Collected data:
┄┄┄┄┄┄

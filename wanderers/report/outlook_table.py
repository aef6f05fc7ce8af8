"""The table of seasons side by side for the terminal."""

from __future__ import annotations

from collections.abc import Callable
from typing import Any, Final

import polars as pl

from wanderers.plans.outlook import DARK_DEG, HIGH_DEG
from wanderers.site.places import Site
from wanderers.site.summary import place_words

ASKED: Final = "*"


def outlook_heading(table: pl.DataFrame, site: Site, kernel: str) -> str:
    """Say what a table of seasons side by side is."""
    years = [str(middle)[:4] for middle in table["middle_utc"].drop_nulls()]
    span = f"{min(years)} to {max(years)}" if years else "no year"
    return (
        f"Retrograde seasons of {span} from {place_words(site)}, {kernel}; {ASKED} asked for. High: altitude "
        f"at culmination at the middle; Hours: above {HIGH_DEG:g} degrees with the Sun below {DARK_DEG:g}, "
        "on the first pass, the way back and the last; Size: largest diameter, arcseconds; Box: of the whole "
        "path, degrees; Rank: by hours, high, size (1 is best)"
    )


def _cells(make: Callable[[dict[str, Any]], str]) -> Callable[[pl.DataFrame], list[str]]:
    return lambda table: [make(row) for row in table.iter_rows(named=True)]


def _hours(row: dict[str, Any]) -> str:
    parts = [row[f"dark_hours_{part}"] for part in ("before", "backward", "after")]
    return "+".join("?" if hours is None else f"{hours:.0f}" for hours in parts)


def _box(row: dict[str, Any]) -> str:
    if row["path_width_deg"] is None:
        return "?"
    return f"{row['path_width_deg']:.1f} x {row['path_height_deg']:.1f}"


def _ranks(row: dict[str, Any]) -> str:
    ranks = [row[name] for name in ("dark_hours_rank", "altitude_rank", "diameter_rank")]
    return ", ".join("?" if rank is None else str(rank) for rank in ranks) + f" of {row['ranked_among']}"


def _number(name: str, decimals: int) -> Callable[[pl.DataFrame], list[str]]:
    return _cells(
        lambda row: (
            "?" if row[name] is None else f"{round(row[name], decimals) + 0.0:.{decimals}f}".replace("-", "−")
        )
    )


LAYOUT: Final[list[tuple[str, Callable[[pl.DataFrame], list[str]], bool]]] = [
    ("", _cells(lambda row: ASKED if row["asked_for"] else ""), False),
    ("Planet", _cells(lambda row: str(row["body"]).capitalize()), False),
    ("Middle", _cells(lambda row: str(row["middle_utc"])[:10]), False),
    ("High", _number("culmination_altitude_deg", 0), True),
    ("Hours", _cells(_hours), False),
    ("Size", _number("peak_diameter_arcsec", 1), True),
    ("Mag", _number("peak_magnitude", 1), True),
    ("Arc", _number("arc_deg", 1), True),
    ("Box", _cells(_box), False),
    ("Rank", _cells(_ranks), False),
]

┄┄┄┄┄┄

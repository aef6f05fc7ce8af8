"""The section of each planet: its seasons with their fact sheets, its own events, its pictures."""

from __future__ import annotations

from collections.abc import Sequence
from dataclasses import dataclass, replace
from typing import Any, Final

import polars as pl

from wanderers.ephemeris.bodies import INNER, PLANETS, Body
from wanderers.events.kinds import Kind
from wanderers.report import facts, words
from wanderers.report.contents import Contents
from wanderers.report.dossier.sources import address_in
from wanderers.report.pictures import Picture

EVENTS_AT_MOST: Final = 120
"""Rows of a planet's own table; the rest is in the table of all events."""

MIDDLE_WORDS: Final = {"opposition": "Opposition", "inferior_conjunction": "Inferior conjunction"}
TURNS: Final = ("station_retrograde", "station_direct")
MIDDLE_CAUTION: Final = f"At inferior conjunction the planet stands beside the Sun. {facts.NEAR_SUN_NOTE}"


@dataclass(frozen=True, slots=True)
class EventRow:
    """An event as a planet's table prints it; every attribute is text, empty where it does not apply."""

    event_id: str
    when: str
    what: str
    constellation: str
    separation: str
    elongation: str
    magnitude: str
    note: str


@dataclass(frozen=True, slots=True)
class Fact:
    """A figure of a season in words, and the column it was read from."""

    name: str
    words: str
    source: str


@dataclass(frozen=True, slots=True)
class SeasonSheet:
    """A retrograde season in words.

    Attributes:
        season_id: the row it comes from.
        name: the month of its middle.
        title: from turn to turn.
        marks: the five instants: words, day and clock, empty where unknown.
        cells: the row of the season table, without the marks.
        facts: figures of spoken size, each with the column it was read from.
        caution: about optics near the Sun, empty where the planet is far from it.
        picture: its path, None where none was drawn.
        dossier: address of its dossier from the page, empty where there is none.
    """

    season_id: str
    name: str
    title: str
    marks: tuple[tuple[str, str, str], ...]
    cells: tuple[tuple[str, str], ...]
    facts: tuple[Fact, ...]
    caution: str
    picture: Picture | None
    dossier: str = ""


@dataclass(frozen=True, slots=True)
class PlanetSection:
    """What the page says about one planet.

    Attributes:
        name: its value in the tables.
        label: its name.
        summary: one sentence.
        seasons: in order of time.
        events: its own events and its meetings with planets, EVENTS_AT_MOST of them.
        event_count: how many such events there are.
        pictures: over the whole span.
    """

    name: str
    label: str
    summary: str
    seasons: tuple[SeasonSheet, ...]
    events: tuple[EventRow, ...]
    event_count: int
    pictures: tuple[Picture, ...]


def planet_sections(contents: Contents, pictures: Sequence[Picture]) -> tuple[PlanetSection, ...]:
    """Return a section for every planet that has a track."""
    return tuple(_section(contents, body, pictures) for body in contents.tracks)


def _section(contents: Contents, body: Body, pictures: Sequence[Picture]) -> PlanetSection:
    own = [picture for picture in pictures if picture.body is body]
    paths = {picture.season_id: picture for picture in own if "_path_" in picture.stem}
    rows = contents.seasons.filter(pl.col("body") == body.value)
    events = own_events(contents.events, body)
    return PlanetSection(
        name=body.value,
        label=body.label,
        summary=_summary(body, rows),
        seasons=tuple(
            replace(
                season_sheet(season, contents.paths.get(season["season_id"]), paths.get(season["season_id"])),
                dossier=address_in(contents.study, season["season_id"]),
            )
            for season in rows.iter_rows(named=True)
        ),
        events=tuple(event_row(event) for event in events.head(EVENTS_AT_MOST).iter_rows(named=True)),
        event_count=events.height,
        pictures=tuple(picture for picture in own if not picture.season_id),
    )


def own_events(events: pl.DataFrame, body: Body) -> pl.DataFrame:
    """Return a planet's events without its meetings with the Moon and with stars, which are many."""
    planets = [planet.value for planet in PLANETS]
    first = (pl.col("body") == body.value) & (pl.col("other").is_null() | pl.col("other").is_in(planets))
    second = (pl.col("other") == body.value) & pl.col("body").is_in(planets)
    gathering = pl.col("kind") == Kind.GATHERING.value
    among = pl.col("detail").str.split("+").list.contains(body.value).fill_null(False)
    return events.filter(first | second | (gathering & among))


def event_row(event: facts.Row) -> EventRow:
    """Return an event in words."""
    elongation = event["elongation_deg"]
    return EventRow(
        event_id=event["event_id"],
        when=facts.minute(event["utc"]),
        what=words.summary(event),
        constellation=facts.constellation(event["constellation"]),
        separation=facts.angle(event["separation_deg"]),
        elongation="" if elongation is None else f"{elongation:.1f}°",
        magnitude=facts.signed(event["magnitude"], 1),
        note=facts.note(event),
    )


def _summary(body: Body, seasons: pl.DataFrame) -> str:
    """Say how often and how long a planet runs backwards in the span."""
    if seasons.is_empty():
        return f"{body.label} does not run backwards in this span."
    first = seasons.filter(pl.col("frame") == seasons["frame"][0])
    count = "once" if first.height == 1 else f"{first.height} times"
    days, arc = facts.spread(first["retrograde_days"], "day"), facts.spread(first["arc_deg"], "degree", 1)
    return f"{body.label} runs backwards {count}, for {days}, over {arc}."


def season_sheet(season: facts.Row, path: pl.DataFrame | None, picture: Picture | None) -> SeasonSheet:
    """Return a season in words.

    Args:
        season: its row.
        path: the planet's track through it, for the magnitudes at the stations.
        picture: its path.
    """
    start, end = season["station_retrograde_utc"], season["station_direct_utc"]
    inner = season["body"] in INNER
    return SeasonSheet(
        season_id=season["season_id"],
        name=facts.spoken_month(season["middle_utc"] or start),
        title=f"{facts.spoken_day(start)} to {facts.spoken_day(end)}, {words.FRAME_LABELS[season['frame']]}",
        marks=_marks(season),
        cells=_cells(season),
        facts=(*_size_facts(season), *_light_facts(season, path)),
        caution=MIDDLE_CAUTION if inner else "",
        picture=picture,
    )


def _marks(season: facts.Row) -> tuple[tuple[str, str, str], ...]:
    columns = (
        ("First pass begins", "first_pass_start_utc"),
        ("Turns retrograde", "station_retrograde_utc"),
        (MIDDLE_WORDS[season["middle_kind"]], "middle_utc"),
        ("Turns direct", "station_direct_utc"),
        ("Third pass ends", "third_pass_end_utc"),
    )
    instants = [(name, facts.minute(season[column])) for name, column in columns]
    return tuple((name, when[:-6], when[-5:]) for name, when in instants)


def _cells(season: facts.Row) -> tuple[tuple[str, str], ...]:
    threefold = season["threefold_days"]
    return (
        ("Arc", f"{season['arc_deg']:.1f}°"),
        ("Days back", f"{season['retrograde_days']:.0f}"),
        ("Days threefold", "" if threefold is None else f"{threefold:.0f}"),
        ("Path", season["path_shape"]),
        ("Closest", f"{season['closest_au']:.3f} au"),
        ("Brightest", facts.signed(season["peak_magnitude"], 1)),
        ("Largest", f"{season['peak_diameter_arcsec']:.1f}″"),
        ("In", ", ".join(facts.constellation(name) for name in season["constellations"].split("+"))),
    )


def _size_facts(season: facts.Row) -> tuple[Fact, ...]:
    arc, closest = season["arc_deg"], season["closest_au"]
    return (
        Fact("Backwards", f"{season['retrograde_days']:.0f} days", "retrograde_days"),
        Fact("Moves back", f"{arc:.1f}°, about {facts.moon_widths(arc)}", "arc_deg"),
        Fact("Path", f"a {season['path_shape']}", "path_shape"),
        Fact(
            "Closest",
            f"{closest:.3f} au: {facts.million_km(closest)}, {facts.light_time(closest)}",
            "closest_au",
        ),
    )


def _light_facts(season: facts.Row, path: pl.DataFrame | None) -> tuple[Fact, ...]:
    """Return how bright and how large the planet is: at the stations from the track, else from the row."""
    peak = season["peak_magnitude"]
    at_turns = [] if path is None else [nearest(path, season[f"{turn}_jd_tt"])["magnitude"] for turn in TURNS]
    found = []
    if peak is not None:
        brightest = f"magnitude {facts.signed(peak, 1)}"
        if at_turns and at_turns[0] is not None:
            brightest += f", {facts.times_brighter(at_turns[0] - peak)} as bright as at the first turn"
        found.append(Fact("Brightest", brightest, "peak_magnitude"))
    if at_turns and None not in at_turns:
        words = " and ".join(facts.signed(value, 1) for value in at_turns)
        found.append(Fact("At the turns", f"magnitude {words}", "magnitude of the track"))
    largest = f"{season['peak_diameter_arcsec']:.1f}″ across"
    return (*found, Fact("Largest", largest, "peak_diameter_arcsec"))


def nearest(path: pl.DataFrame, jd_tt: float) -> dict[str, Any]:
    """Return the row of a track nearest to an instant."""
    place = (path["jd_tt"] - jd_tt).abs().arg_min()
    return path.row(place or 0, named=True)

┄┄┄┄┄┄

WHAT THE TASK REQUIRES
Locate the word "elongation" in the entries, and copy every line where it is found.

EXPECTED OUTPUT
    elongation: str
    elongation = event["elongation_deg"]
        elongation="" if elongation is None else f"{elongation:.1f}°",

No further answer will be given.